L’association entre les démons et la maladie chez les anciens Juifs explique pourquoi, lorsque Jésus rencontre des individus qui tombent, moussent à la bouche et perdent la capacité de parler, il effectue un exorcisme plutôt qu’une guérison. Dans le Nouveau Testament, Jésus rencontre un garçon (largement considéré par les érudits comme un épileptique) dont le père demande à Jésus de le guérir. L’Évangile de Matthieu décrit le garçon en utilisant le mot grec pour « moonstruck » ou « lunatic ». La cause de la condition du garçon est attribuée par son père à la possession démoniaque et dans toutes les versions évangéliques des histoires que Jésus fait un exorcisme.

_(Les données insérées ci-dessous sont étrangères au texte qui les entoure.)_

/**
 * The device link over a serial port in Node, on the maintained `serialport` package: a thin
 * adapter from its stream to the link's {@link ByteChannel}. Lines are split by the link itself
 * (it bounds their length and counts garbage), so no parser package is needed here.
 */
import { SerialPort } from 'serialport';
import { OrthotoneError } from '../core/errors.js';
import type { ByteChannel, Connector } from '../device/link.js';

/** Options of {@link serialConnector}. */
export interface SerialOptions {
  /** Line rate, bit/s (default 115200; USB CDC devices and pseudo-terminals ignore it). */
  baudRate: number;
}

/**
 * Opens a serial port as a byte channel.
 * @param path the port, e.g. `/dev/ttyACM0`, `COM3`, or a pseudo-terminal.
 * @param options line rate.
 * @returns the open channel.
 * @throws {OrthotoneError} DEVICE_LOST naming the port and the system's reason when it cannot be
 *   opened (missing, busy, no permission).
 * Reference: serialport 13 `SerialPort` (https://serialport.io/docs/api-serialport).
 */
export function openSerialChannel(path: string, options: Partial<SerialOptions> = {}): Promise<ByteChannel> {
  const baudRate = options.baudRate ?? 115200;
  return new Promise((resolve, reject) => {
    const port = new SerialPort({ path, baudRate, autoOpen: false });
    port.open((err) => {
      if (err) {
        const why = /ENOENT|No such file/.test(err.message)
          ? 'it does not exist (is the device plugged in?)'
          : /EACCES|Permission/.test(err.message)
            ? 'permission denied (add yourself to the group that owns it, e.g. dialout)'
            : /lock|EBUSY|Resource temporarily/.test(err.message)
              ? 'another program holds it'
              : err.message;
        reject(new OrthotoneError('DEVICE_LOST', `cannot open ${path}: ${why}`, path));
        return;
      }
      let closing = false;
      resolve({
        label: path,
        start(sink) {
          port.on('data', (b: Buffer) => sink.data(new Uint8Array(b.buffer, b.byteOffset, b.length)));
          port.on('error', () => undefined); // 'close' follows with the reason
          port.on('close', (e: Error | null) => {
            if (!closing) sink.closed(e ?? undefined);
          });
        },
        write(bytes) {
          return new Promise<void>((res, rej) => {
            // serialport holds a write to a closed port until the port opens again, which this one
            // never does (a reconnect opens a new port): refuse it, as ByteChannel promises.
            if (!port.isOpen) {
              rej(new OrthotoneError('DEVICE_LOST', `cannot write to ${path}: the port is closed`, path));
              return;
            }
            port.write(Buffer.from(bytes), (e) => (e ? rej(e) : res()));
          });
        },
        close() {
          closing = true;
          // On a port already closed, serialport calls back at once with "Port is not open".
          return new Promise<void>((res) => port.close(() => res()));
        },
      });
    });
  });
}

/**
 * A connector for {@link openDeviceLink} that (re)opens a serial port by path; after a device
 * reset that re-enumerates the port, the same path is tried again.
 * @param path the port.
 * @param options line rate.
 * @returns the connector.
 * @throws never (the connector rejects as {@link openSerialChannel} does).
 * Reference: serialport 13.
 */
export function serialConnector(path: string, options: Partial<SerialOptions> = {}): Connector {
  return () => openSerialChannel(path, options);
}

Les premiers chrétiens qui ont lu cette histoire l’ont vue comme une sorte de récit édifiant pour leur public. Le Dr Nicole Kelley soutientque les interprètes ultérieurs parlent de « l’épilepsie spirituelle » dans laquelle l’épilepsie est un symptôme du péché et du vice. Certains ont lié l’épilepsie à l’adultère et aux pulsions adultères, tandis que d’autres la relient à la consommation excessive de vin. Dans le cas du garçon épileptique dans l’histoire de l’Évangile, les premiers interprètes chrétiens ont accusé ses parents, et son père en particulier, de péché. L’évêque du cinquième siècle Peter Chrysologus déclare dans une homélie sur cette histoire que «la punition du diable était évidente dans les tourments du corps humain». En d’autres termes, c’était le garçon, ou du moins la faute de ses parents. Kelley écrit que «les interprétations chrétiennes de cette [histoire] travaillent à forger des associations entre l’épilepsie et les pratiques, comportements et conditions inacceptables. L’épilepsie, de ce point de vue, n’est pas simplement une condition physiologique.

Malgré les avancées médicales qui ont reclassé l’épilepsie comme une condition neurologique, certains chrétiens, encore aujourd’hui, continuent d’associer l’épilepsie au travail du diable. En 2016, Linda Chaniotis a écrit un récit puissant des tentatives répétées de ses parents pour l’exorciser lorsqu’elle était enfant. Ce n’est qu’à l’âge de 30 ans qu’elle a reçu un diagnostic d’épilepsie.

Dans son article, Chaniotis décrit le sentiment de déjà-vu qui a accompagné son état et lui a permis de prédire le début des conditions. Elle n’est pas seule. Certaines sources anciennes interprètent positivement le sentiment de déjà-vu ressenti par les personnes atteintes d’épilepsie du lobe temporel comme une sorte de prescience ou de capacité précognitive qui permettait aux personnes atteintes de la «maladie tombante» de prédire l’avenir. Il existe même des études modernes du phénomène. Non seulement l’épilepsie a historiquement été positivement associée aux capacités précognitives, mais il existe un certain nombre de personnages historiques importants qui auraient vécu avec la maladie. Par exemple, l’historien romain Suetonius écrit que vers la fin de sa vie et de sa carrière de dictateur Julius Caesar a connu des «évanouissements». Le biographe Plutarque mentionne qu’à une occasion, lorsque César s’est effondré, il a été emmené en lieu sûr. Ces détails sont interprétés par certains comme un signe que César était un épileptique, bien que d’autres aient suggéré que ces épisodes étaient peut-être des mini-AVC. Saint Paul Apôtre et Jeanne d’Arc ont été diagnostiqués rétrospectivement avec une épilepsie. Et peut-être même Marie-Madeleine, que la Bible note était autrefois possédéepar sept démons, partageait cette condition. Il s’agit d’un groupe d’individus qui façonne l’histoire.

Bien sûr, nous ne saurons jamais quelles conditions médicales, si tant est qu’il y en ait, auxquelles ces anciennes figures étaient confrontées, car elles ne sont pas disponibles pour des entretiens ou des tests médicaux. Mais s’ils avaient «la maladie qui tombe», nous avons maintenant une image très précise du démon que les Assyriens ont blâmé pour la condition.